Reading the different comments, I must say that Opa is still active (although
we lack resources to animate the community). We are a small French startup
meaning that I get to spend 50% of my time struggling with administration, and
our evangelism resources are not compatible to those of companies like Meteor
(and btw, Opa predates Meteor by a while).

Currently, we use Opa to build a secure communication application, named PEPS
:

[https://github.com/MLstate/PEPS](https://github.com/MLstate/PEPS)
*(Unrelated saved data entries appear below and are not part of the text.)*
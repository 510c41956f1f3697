/** Greece: royal decree of 1959, additional articles of 1985, the spectral codes of 1995, 2000 and 2003. */
import { apply } from '../formula.js';
import { power } from '../numeric/power.js';
import { GREECE_1995_PERIOD } from '../period/past-records.js';
import { PERIOD, bySystem, coefficientRecord, number, planDimension_m, tabledForm } from './edition.js';
import type { CodeEdition } from './edition.js';
import { WORKING_TO_STRENGTH } from './records.js';
import type { EditionTable, GreekGround, GreekSeismicity, StatedFor } from './stated.js';

export const GREECE_1959 = coefficientRecord(
  'greece-1959/base-shear/static',
  'Seismic coefficient ε by zone and ground, 1959 to 1995',
  tabledForm,
  {
    source: { standard: 'Royal Decree, Greece', edition: '1959', clause: 'table of ε' },
    verified: 'memory',
    note: 'Zone I 0.04, 0.06, 0.08; II 0.06, 0.08, 0.12; III 0.08, 0.12, 0.16 on firm, medium and soft ground. Working-stress level.',
  },
);

/** ε of the decree. */
export const GREEK_COEFFICIENTS: Readonly<Record<GreekSeismicity, Readonly<Record<GreekGround, number>>>> = {
  I: { firm: 0.04, medium: 0.06, soft: 0.08 },
  II: { firm: 0.06, medium: 0.08, soft: 0.12 },
  III: { firm: 0.08, medium: 0.12, soft: 0.16 },
};

export const GREECE_1995 = coefficientRecord(
  'greece-1995/base-shear/static',
  'Design spectrum over g, codes of 1995 to 2003',
  {
    id: 'base-shear/greece-1995',
    inputs: [
      number('zone_g', 'ground acceleration A of the zone', 'g'),
      number('corner_period_s', 'T_2 of the ground: 0.4, 0.6, 0.8, 1.2 s', 's'),
      number('reduction_r', 'behaviour factor q'),
      PERIOD,
    ],
    expression:
      'zone_g * max(amplification / reduction_r * min(1, (corner_period_s / period_s) ^ (2 / 3)), least_share)',
    evaluate: ({ zone_g, corner_period_s, reduction_r, period_s }, { amplification, least_share }) =>
      zone_g! *
      Math.max((amplification! / reduction_r!) * Math.min(1, power(corner_period_s! / period_s!, 2 / 3)), least_share!),
  },
  {
    source: { standard: 'NEAK and EAK, Greece', edition: '1995 to 2003', clause: 'design spectrum' },
    verified: 'memory',
    note: 'β₀ 2.5, at least 0.25 A; foundation and damping factors 1. Held to the plateau below T_1. Strength level. Zones of 0.16, 0.24, 0.36 g (2003) restated.',
  },
  { amplification: 2.5, least_share: 0.25 },
);

/** q by system, from memory. */
export const GREEK_Q = bySystem(1.5, {
  'steel-moment-frame': 4,
  'steel-concentric-braced-frame': 3,
  'steel-eccentric-braced-frame': 4,
  'steel-buckling-restrained-braced-frame': 3,
  'concrete-moment-frame': 3.5,
  'concrete-infilled-frame': 3.5,
  'concrete-shear-wall': 3,
  'concrete-wall-frame': 3,
  'precast-concrete-frame': 2,
  'reinforced-masonry-wall': 2.5,
  'confined-masonry-wall': 2,
  'timber-light-frame': 3,
});

const CORNERS_S = { A: 0.4, B: 0.6, C: 0.8, D: 1.2 } as const;

const byTable = (year: number, title: string, note: string): CodeEdition<StatedFor<'greece-1959'>> => ({
  year,
  title,
  source: GREECE_1959.source,
  verified: 'memory',
  note,
  dependsOn: () => 'nothing',
  design: (_facts, { zone, ground }, trace) => ({
    coefficient: apply(GREECE_1959, { coefficient: GREEK_COEFFICIENTS[zone][ground] }, trace),
    levelFactor: WORKING_TO_STRENGTH,
    reduction: Infinity,
  }),
});

export type GreekEdition = 'greece-1959' | 'greece-1985' | 'greece-1995';

export const GREEK_EDITIONS: EditionTable<GreekEdition> = {
  'greece-1959': byTable(1959, 'Royal decree of 1959', 'Uniform over the height.'),
  'greece-1985': byTable(1985, 'Additional articles of 1985', 'Coefficients as in 1959, detailing to be ductile.'),
  'greece-1995': {
    year: 1995,
    title: 'Spectral codes of 1995, 2000 and 2003',
    source: GREECE_1995.source,
    verified: 'memory',
    note: 'Period 0.09 H/√L, no walls.',
    dependsOn: () => 'more',
    design: (facts, { zone_g, ground }, trace) => {
      const plan_dimension_m = planDimension_m(facts);
      const period_s = apply(GREECE_1995_PERIOD, { height_m: facts.height_m, plan_dimension_m }, trace);
      const reduction = GREEK_Q[facts.system];
      const inputs = { zone_g, corner_period_s: CORNERS_S[ground], reduction_r: reduction, period_s };
      return { coefficient: apply(GREECE_1995, inputs, trace), levelFactor: 1, reduction };
    },
  },
};

export const GREECE_RECORDS = [GREECE_1959, GREECE_1995];
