/** Türkiye: regulations of 1949, 1968 and 1975, the codes of 1998 and 2007, TBDY 2018. */
import { apply, applyAny } from '../formula.js';
import { power } from '../numeric/power.js';
import { OTHER_CODE_RECORDS } from '../period/other-codes.js';
import { TURKEY_1975_PERIOD, TURKEY_1998_PERIODS } from '../period/past-records.js';
import { PERIOD, bySystem, coefficientRecord, number, planDimension_m, recordOf, tabledForm } from './edition.js';
import { WORKING_TO_STRENGTH } from './records.js';
import type { EditionTable } from './stated.js';

const regulation = (edition: string, clause: string) => ({
  standard: 'Regulation for structures in disaster areas, Türkiye',
  edition,
  clause,
});

export const TURKEY_1949 = coefficientRecord(
  'turkey-1949/base-shear/static',
  'Seismic coefficient of the regulations of 1949 and 1968',
  tabledForm,
  {
    source: regulation('1949 and 1968', 'coefficient by zone'),
    verified: 'memory',
    note: '1949: 0.02 to 0.04. 1968: C_0 0.06, 0.04, 0.02 in zones 1 to 3, ground and dynamic factors 1. Working-stress level.',
  },
);

export const TURKEY_1975 = coefficientRecord(
  'turkey-1975/base-shear/static',
  'Seismic coefficient C_0 K S of 1975',
  {
    id: 'base-shear/turkey-1975',
    inputs: [
      number('zone_coefficient', 'C_0: 0.10, 0.08, 0.06, 0.03 in zones 1 to 4'),
      number('structure_factor', 'structure type factor K'),
      number('ground_period_s', 'ground period T_0', 's'),
      PERIOD,
    ],
    // |x| written as max(x, -x); where it is 0 the spectrum is at its top, 1
    expression:
      'zone_coefficient * structure_factor / max(1, max(0.8 + period_s - ground_period_s, ground_period_s - 0.8 - period_s))',
    evaluate: ({ zone_coefficient, structure_factor, ground_period_s, period_s }) => {
      const x = 0.8 + period_s! - ground_period_s!;
      return (zone_coefficient! * structure_factor!) / Math.max(1, Math.max(x, -x));
    },
  },
  {
    source: regulation('1975', 'C = C_0 K S I'),
    verified: 'memory',
    note: 'S = 1/|0.8 + T − T_0|, at most 1; I = 1. Working-stress level. K by system from memory.',
  },
);

export const TURKEY_1998 = coefficientRecord(
  'turkey-1998/base-shear/static',
  'Base shear over weight A_0 S(T)/R_a(T), codes of 1998 and 2007',
  {
    id: 'base-shear/turkey-1998',
    inputs: [
      number('zone_g', 'effective ground acceleration A_0: 0.4, 0.3, 0.2, 0.1 in zones 1 to 4', 'g'),
      number('ta_s', 'T_A of the ground', 's'),
      number('tb_s', 'T_B of the ground', 's'),
      number('reduction_r', 'behaviour factor R'),
      PERIOD,
    ],
    expression:
      'zone_g * max(min(1 + 1.5 * period_s / ta_s, 2.5 * min(1, tb_s / period_s) ^ 0.8) / (1.5 + (reduction_r - 1.5) * min(1, period_s / ta_s)), least_share)',
    evaluate: ({ zone_g, ta_s, tb_s, reduction_r, period_s }, { least_share }) => {
      const share = period_s! / ta_s!;
      const spectrum = Math.min(1 + (1.5 * period_s!) / ta_s!, 2.5 * power(Math.min(1, tb_s! / period_s!), 0.8));
      return zone_g! * Math.max(spectrum / (1.5 + (reduction_r! - 1.5) * Math.min(1, share)), least_share!);
    },
  },
  {
    source: regulation('1998 and 2007', '6.4, 6.7'),
    verified: 'memory',
    note: 'At least 0.10 A_0; I = 1. Strength level.',
  },
  { least_share: 0.1 },
);

export const TURKEY_2018 = coefficientRecord(
  'tbdy-2018/base-shear/static',
  'Base shear over weight S_ae/R_a, TBDY 2018',
  {
    id: 'base-shear/tbdy-2018',
    inputs: [
      number('sds_g', 'S_DS', 'g'),
      number('sd1_g', 'S_D1', 'g'),
      number('reduction_r', 'behaviour factor R'),
      number('overstrength_d', 'overstrength factor D of the code'),
      PERIOD,
    ],
    expression:
      'max(min(sds_g * (0.4 + 3 * sds_g * period_s / sd1_g), min(sds_g, sd1_g / period_s)) / (overstrength_d + (reduction_r - overstrength_d) * min(1, period_s * sds_g / sd1_g)), 0.04 * sds_g)',
    evaluate: ({ sds_g, sd1_g, reduction_r, overstrength_d, period_s }) => {
      const spectrum = Math.min(
        sds_g! * (0.4 + (3 * sds_g! * period_s!) / sd1_g!),
        Math.min(sds_g!, sd1_g! / period_s!),
      );
      const share = Math.min(1, (period_s! * sds_g!) / sd1_g!);
      return Math.max(spectrum / (overstrength_d! + (reduction_r! - overstrength_d!) * share), 0.04 * sds_g!);
    },
  },
  {
    source: { standard: 'TBDY', edition: '2018', clause: '2.3, 4.2, 4.7' },
    verified: 'memory',
    note: 'Spectrum restated, R_a and the floor 0.04 S_DS from memory; the fall beyond T_L is left out; I = 1. Strength level.',
  },
);

/** K of 1975 by system, from memory. */
export const TURKISH_K = bySystem(1, {
  'steel-moment-frame': 0.6,
  'concrete-moment-frame': 0.8,
  'concrete-wall-frame': 0.8,
  'concrete-shear-wall': 1.33,
  'precast-tilt-up-wall': 1.33,
  'reinforced-masonry-wall': 1.5,
  'confined-masonry-wall': 1.5,
  'unreinforced-masonry-wall': 1.5,
});
/** R of 1998 to today by system, high ductility where the code has it, from memory. */
export const TURKISH_R = bySystem(2.5, {
  'steel-moment-frame': 8,
  'steel-concentric-braced-frame': 5,
  'steel-eccentric-braced-frame': 8,
  'steel-buckling-restrained-braced-frame': 8,
  'steel-light-frame': 4,
  'concrete-moment-frame': 8,
  'concrete-infilled-frame': 8,
  'concrete-shear-wall': 6,
  'concrete-wall-frame': 7,
  'precast-concrete-frame': 3,
  'reinforced-masonry-wall': 4,
  'timber-light-frame': 4,
});
/** D of 2018, from memory: 3 where R is 7 or more, 2.5 at 5 and 6, 2 to 1.5 below. */
export const overstrengthOf = (reduction: number): number => (reduction >= 7 ? 3 : reduction >= 5 ? 2.5 : 1.5);

const CONSTANTS: Readonly<Record<number, readonly [number, number]>> = {
  1: [0.1, 0.4],
  2: [0.08, 0.3],
  3: [0.06, 0.2],
  4: [0.03, 0.1],
};
const CORNERS = { Z1: [0.1, 0.3], Z2: [0.15, 0.4], Z3: [0.15, 0.6], Z4: [0.2, 0.9] } as const;

const material = (system: string): 'concrete-frames' | 'steel-frames' | 'other' =>
  system === 'concrete-moment-frame' || system === 'concrete-infilled-frame' || system === 'precast-concrete-frame'
    ? 'concrete-frames'
    : system === 'steel-moment-frame'
      ? 'steel-frames'
      : 'other';

export type TurkishEdition = 'turkey-1949' | 'turkey-1968' | 'turkey-1975' | 'turkey-1998' | 'turkey-2018';

const HIGH =
  'R of the high ductility class, where the code has one: the lower force is the cautious reading [judgement].';

export const TURKISH_EDITIONS: EditionTable<TurkishEdition> = {
  'turkey-1949': {
    year: 1949,
    title: 'Regulation of 1949',
    source: TURKEY_1949.source,
    verified: 'memory',
    dependsOn: () => 'nothing',
    design: (_facts, { coefficient }, trace) => ({
      coefficient: apply(TURKEY_1949, { coefficient }, trace),
      levelFactor: WORKING_TO_STRENGTH,
      reduction: Infinity,
    }),
  },
  'turkey-1968': {
    year: 1968,
    title: 'Regulation of 1968',
    source: TURKEY_1949.source,
    verified: 'memory',
    dependsOn: () => 'nothing',
    design: (_facts, { zone }, trace) => ({
      coefficient: apply(TURKEY_1949, { coefficient: (8 - 2 * zone) / 100 }, trace),
      levelFactor: WORKING_TO_STRENGTH,
      reduction: Infinity,
    }),
  },
  'turkey-1975': {
    year: 1975,
    title: TURKEY_1975.title,
    source: TURKEY_1975.source,
    verified: 'memory',
    note: 'Period 0.09 H/√D.',
    dependsOn: () => 'more',
    design: (facts, { zone, ground_period_s }, trace) => {
      const plan_dimension_m = planDimension_m(facts);
      const period_s = apply(TURKEY_1975_PERIOD, { height_m: facts.height_m, plan_dimension_m }, trace);
      const structure_factor = TURKISH_K[facts.system];
      const inputs = { zone_coefficient: CONSTANTS[zone]![0], structure_factor, ground_period_s, period_s };
      return {
        coefficient: apply(TURKEY_1975, inputs, trace),
        levelFactor: WORKING_TO_STRENGTH,
        reduction: Infinity,
      };
    },
  },
  'turkey-1998': {
    year: 1998,
    title: TURKEY_1998.title,
    source: TURKEY_1998.source,
    verified: 'memory',
    note: HIGH,
    dependsOn: () => 'height',
    design: ({ system, height_m }, { zone, ground }, trace) => {
      const period_s = apply(TURKEY_1998_PERIODS[material(system)], { height_m }, trace);
      const [ta_s, tb_s] = CORNERS[ground];
      const reduction = TURKISH_R[system];
      const inputs = { zone_g: CONSTANTS[zone]![1], ta_s, tb_s, reduction_r: reduction, period_s };
      return { coefficient: apply(TURKEY_1998, inputs, trace), levelFactor: 1, reduction };
    },
  },
  'turkey-2018': {
    year: 2018,
    title: TURKEY_2018.title,
    source: TURKEY_2018.source,
    verified: 'memory',
    note: HIGH,
    dependsOn: () => 'height',
    design: ({ system, height_m }, { sds_g, sd1_g }, trace) => {
      const row = recordOf(OTHER_CODE_RECORDS, `tbdy-2018/period/${material(system)}`);
      const period_s = applyAny(row, { height_m }, trace);
      const reduction = TURKISH_R[system];
      const inputs = { sds_g, sd1_g, reduction_r: reduction, overstrength_d: overstrengthOf(reduction), period_s };
      return { coefficient: apply(TURKEY_2018, inputs, trace), levelFactor: 1, reduction };
    },
  },
};

export const TURKEY_RECORDS = [TURKEY_1949, TURKEY_1975, TURKEY_1998, TURKEY_2018];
which is a good example of a "big" and open source application written in Opa.
Note also that bringing a new language (or framework) from toy examples to
real apps is definitely not easy.

Overall, quite glad to see that many things we introduced in Opa ("JSX"
syntax, CPS-transforms, etc.) are becoming more prevalent, especially thanks
to ES6. Indeed, adapting Opa to ES6, which we are looking at right now, would
enable existing applications to use the latest ES6 features without changing
the app code.

That was one of the goal of the project: Opa was meant to be a "good way" to
write applications, letting the compiler choose a target platform and write
code for it.

Opa is still relevant today, as a "good quality" (especially in terms of
safety -- and if you are interested in certified applications like common
criteria, please contact me: Opa is relevant in that space) "one-stop shop" to
build develop web apps or services. Remind that when we started a few years
ago, many were criticizing that we use a functional programming language, were
telling us that nobody wants static typing, etc. (that was before Hack which
helped a lot in popularizing the feature -- and Opa too is written in OCaml).

And Opa has a future. The way the compiler is written, it's not that hard to
have it compile the same application code into cloud platforms, including a
lot of Amazon Lambdas...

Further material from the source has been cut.